### Dataset excerpts
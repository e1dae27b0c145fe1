"""The desk, its lock and its memory, without a screen."""

from __future__ import annotations

import json
import os
import socket
import stat
import subprocess
import sys
from pathlib import Path

import pytest
from bench_study import make_study

from study.document import load_study
from study.errors import StudyError
from tui.failures import failure_text, write_failure
from tui.lock import STALE_S, Lock
from tui.memory import FRESH, View, load_view, recent_studies, remember_study, save_view, view_file
from tui.state import Desk, changes_said, open_desk


def lock_as(path: Path, **changes: object) -> Path:
    """Write a lock as another process would, with some of it changed."""
    lock = Lock(path)
    assert lock.take() is None
    held = json.loads(lock.path.read_text())
    lock.path.write_text(json.dumps({**held, **changes}))
    return lock.path


def test_changes_can_be_undone_and_made_again(tmp_path: Path) -> None:
    desk = open_desk(make_study(tmp_path))
    first = desk.study
    assert desk.change({"estimate.kernel": "uniform"})
    assert desk.change({"estimate.order": 2})
    assert not desk.change({"estimate.order": 2})  # nothing would change: not one more to undo
    assert desk.undo() == "order is now 1"
    assert desk.undo() == "kernel is now triangular"
    assert desk.study == first and not desk.can_undo and desk.can_redo
    assert desk.redo() == "kernel is now uniform"
    desk.change({"estimate.donut": 1.5})
    assert not desk.can_redo  # a new change closes the other way
    desk.close()


def test_a_refused_change_leaves_the_study_as_it_was(tmp_path: Path) -> None:
    desk = open_desk(make_study(tmp_path))
    before = desk.study
    with pytest.raises(StudyError) as refused:
        desk.change({"estimate.kernel": "triangel"})
    assert "estimate.kernel" in refused.value.what and "triangular" in refused.value.do
    assert desk.study is before and not desk.can_undo
    desk.close()


def test_closing_saves_what_was_not_saved_and_keeps_comments(tmp_path: Path) -> None:
    path = make_study(tmp_path)
    desk = open_desk(path)
    desk.change({"estimate.bandwidth": 7.5})
    assert not desk.is_saved
    desk.close()
    assert load_study(path).estimate.bandwidth == 7.5
    assert path.read_text().startswith("# kept: a comment of the person's own")


def test_what_changed_is_said_in_words(tmp_path: Path) -> None:
    desk = open_desk(make_study(tmp_path))
    before = desk.study
    desk.change(
        {
            "columns.outcomes": ("light",),
            "columns.cluster": "street",
            "estimate.level": 0.9,
            "estimate.order": 0,
        }
    )
    assert (
        changes_said(before, desk.study)
        == "outcomes is now light, cluster is now street, order is now 0 and 1 more"
    )
    desk.close()


def test_the_second_person_may_look_but_not_change(tmp_path: Path) -> None:
    path = make_study(tmp_path)
    first, second = open_desk(path), open_desk(path)
    assert first.holder is None
    assert second.holder is not None and second.holder.host == socket.gethostname()
    assert second.holder.user in second.why_read_only and "since" in second.why_read_only
    with pytest.raises(StudyError) as refused:
        second.change({"estimate.order": 2})
    assert refused.value.what == second.why_read_only + "."
    second.view = View(widths={"light": 3.0})
    second.close()
    assert not view_file(path).exists()  # who may only look leaves no trace
    assert Lock(path).take() is not None  # and does not take the first one's lock away
    first.close()
    third = open_desk(path)
    assert third.holder is None
    third.close()


def test_a_lock_of_a_dead_process_is_taken_over(tmp_path: Path) -> None:
    path = make_study(tmp_path)
    gone = subprocess.Popen([sys.executable, "-c", ""])
    gone.wait()
    lock_as(path, process=gone.pid)
    assert Lock(path).take() is None


def test_a_process_number_used_again_is_not_taken_for_the_holder(tmp_path: Path) -> None:
    path = make_study(tmp_path)
    lock_as(path, process=os.getpid(), started="1")  # alive, but started at another time than the holder was
    assert Lock(path).take() is None


def test_another_machines_lock_counts_while_it_is_touched(tmp_path: Path) -> None:
    path = make_study(tmp_path)
    file = lock_as(path, host="elsewhere", user="ines")
    holder = Lock(path).take()
    assert holder is not None and holder.said.startswith("ines on elsewhere since ")
    old = file.stat().st_mtime - STALE_S - 1
    os.utime(file, (old, old))
    assert Lock(path).take() is None


def test_a_beat_keeps_a_lock_fresh(tmp_path: Path) -> None:
    path = make_study(tmp_path)
    lock = Lock(path)
    lock.take()
    os.utime(lock.path, (0, 0))
    lock.beat()
    assert lock.path.stat().st_mtime > 0


def test_a_lock_that_is_no_lock_names_nobody(tmp_path: Path) -> None:
    path = make_study(tmp_path)
    file = Lock(path).path
    file.write_text("{half")
    holder = Lock(path).take()
    assert holder is not None and holder.user == "somebody"  # it may be written at this moment
    os.utime(file, (file.stat().st_mtime - 10,) * 2)
    assert Lock(path).take() is None


def test_a_folder_that_cannot_be_written_to_opens_all_the_same(
    tmp_path: Path, monkeypatch: pytest.MonkeyPatch
) -> None:
    path = make_study(tmp_path)

    def refuse(*args: object, **kwargs: object) -> int:
        raise PermissionError(13, "denied")

    monkeypatch.setattr(os, "open", refuse)
    lock = Lock(path)
    assert lock.take() is None and not lock.held


def test_the_view_comes_back_and_only_its_owner_can_read_it(tmp_path: Path) -> None:
    path = make_study(tmp_path)
    view = View(
        screen="effect", outcome="visits", widths={"visits": 6.5}, data_row=3, zoom=2, colours="cutbank-light"
    )
    save_view(path, view)
    assert load_view(path) == view
    assert stat.S_IMODE(view_file(path).stat().st_mode) == 0o600


@pytest.mark.parametrize("content", [b"", b"[]", b"{", b'{"format": "other"}', b"\xff\xfe", b"null"])
def test_an_unusable_view_is_a_fresh_one(tmp_path: Path, content: bytes) -> None:
    path = make_study(tmp_path)
    view_file(path).write_bytes(content)
    assert load_view(path) == FRESH


def test_a_view_takes_only_what_can_be_used(tmp_path: Path) -> None:
    path = make_study(tmp_path)
    content = {
        "format": "cutbank-view",
        "widths": {"a": -1, "b": "x", "c": True, "d": 2},
        "data_row": -4,
        "screen": 7,
    }
    view_file(path).write_text(json.dumps(content))
    assert load_view(path) == View(widths={"d": 2.0})


def test_recent_studies_are_kept_for_their_owner(tmp_path: Path) -> None:
    paths = []
    for name in ("a", "b", "c"):
        (tmp_path / name).mkdir()
        paths.append(make_study(tmp_path / name))
    for path in paths:
        remember_study(path)
    remember_study(paths[0])
    paths[1].unlink()
    assert recent_studies() == (paths[0], paths[2])
    folder = Path(os.environ["XDG_STATE_HOME"]) / "cutbank"
    assert stat.S_IMODE((folder / "recent.json").stat().st_mode) == 0o600
    assert stat.S_IMODE(folder.stat().st_mode) == 0o700


def test_a_fault_is_recorded_without_any_value(tmp_path: Path) -> None:
    secret = "Alder Street 7"
    try:
        try:
            raise ValueError(f"could not place {secret}")
        except ValueError as error:
            raise RuntimeError(secret) from error
    except RuntimeError as error:
        text = failure_text("testing", error)
        path = write_failure("testing", error)
    assert "RuntimeError" in text and "ValueError" in text and "test_app_state.py" in text
    assert secret not in path.read_text()
    assert stat.S_IMODE(path.stat().st_mode) == 0o600


def test_a_new_study_is_not_written_before_it_is_changed(tmp_path: Path) -> None:
    from bench_study import write_data

    from study.document import new_study

    desk = Desk(new_study(write_data(tmp_path), tmp_path / "study.toml"))
    desk.close()
    assert not (tmp_path / "study.toml").exists()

### WORK TASK
Search the entries for the word "testing", then copy every line in which it is found.

### RESULT OF THE TASK
        text = failure_text("testing", error)
        path = write_failure("testing", error)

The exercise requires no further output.